Not to be outdone in the competition of surreal sights, the robust Soveit-era
statues in Budapest’s Statue Park (corner of Balatoni út and Szabadkai utca) continue to portray the heavy-handed propaganda
of the Communist era. A fearsome, six-meter-tall figure of Lenin guards the
red-brick gates of this open-air necropolis, based near the borders of Buda.
These dozens of massive monuments of megalomaniac Communist leaders and
strapping workers from Soviet Socialist realist times once graced the streets
and squares of the Hungarian capital. The pervasive sense of power and
utopistic imagery is leveled with a heaping dose of irony and capitalistic entrepreneurship at the museum’s quirky gift shop, where sightseers can by the
‘last breath of communism’ sealed securely in a tin can.

A little less idealistic, but a good deal more gut-wrenching is the traveling cadaver exhibit, ”Bodies… The
Exhibition
”, stationed in Budapest’s VAM Design Center through the year. Getting quite
literally under skin, this controversial collection shows a number of real
human body specimens and organs carefully dissected, preserved in polymer and
arranged in dynamic body-in-motion poses. Whether you find it educational,
entertaining or offensive, it will undoubtedly be an out-of-body experience.

Leftovers of Love

Topping off Europe’s bizarre parade of artful displays is Museum of Broken Relationships, a touring exhibition
criss-crossing Europe since 2006, that lands in Slovakia’s Nitra Museum
in October.

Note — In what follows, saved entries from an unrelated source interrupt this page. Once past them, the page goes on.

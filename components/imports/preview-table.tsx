import { Table, TBody, Td, Th, THead, Tr } from "@/components/ui";
import type { ImportResult } from "@/lib/commands/imports";

/** The first rows as the file has them, with the row numbers a spreadsheet program shows. */
export function PreviewTable({ check }: { check: ImportResult }) {
  if (check.preview.length === 0) return <p className="text-sm text-muted">The file has a header row but no data rows.</p>;
  return (
    <Table label="First rows of the file" data-testid="preview-table">
      <THead>
        <Tr>
          <Th numeric>Row</Th>
          {check.headers.map((h) => (
            <Th key={h}>{h}</Th>
          ))}
        </Tr>
      </THead>
      <TBody>
        {check.preview.map((row) => (
          <Tr key={row.rowNumber}>
            <Td numeric>{row.rowNumber}</Td>
            {check.headers.map((h) => (
              <Td key={h} className="max-w-48 truncate whitespace-nowrap" title={row.cells[h] ?? ""}>
                {row.cells[h] ?? <span className="text-muted">—</span>}
              </Td>
            ))}
          </Tr>
        ))}
      </TBody>
    </Table>
  );
}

Established by Croatian artists Olinka Vištica and Dražen Grubišić as a
creative way of coping with their own failed affair, the museum is a stirring
visual show of painful experiences as it displays hundreds of sentimental
objects donated by heartbroken people the world over. Alongside love letters,
stuffed animals, engagement rings and photo-printed underpants, this divorce
donor center features some idiosyncratic remnants such as a prosthetic leg, a
get-away bike and a hatchet used to smash the ex’s stuff. Well, when I die,
I’ll definitely put my once-beloved belongings in the grave…not on display.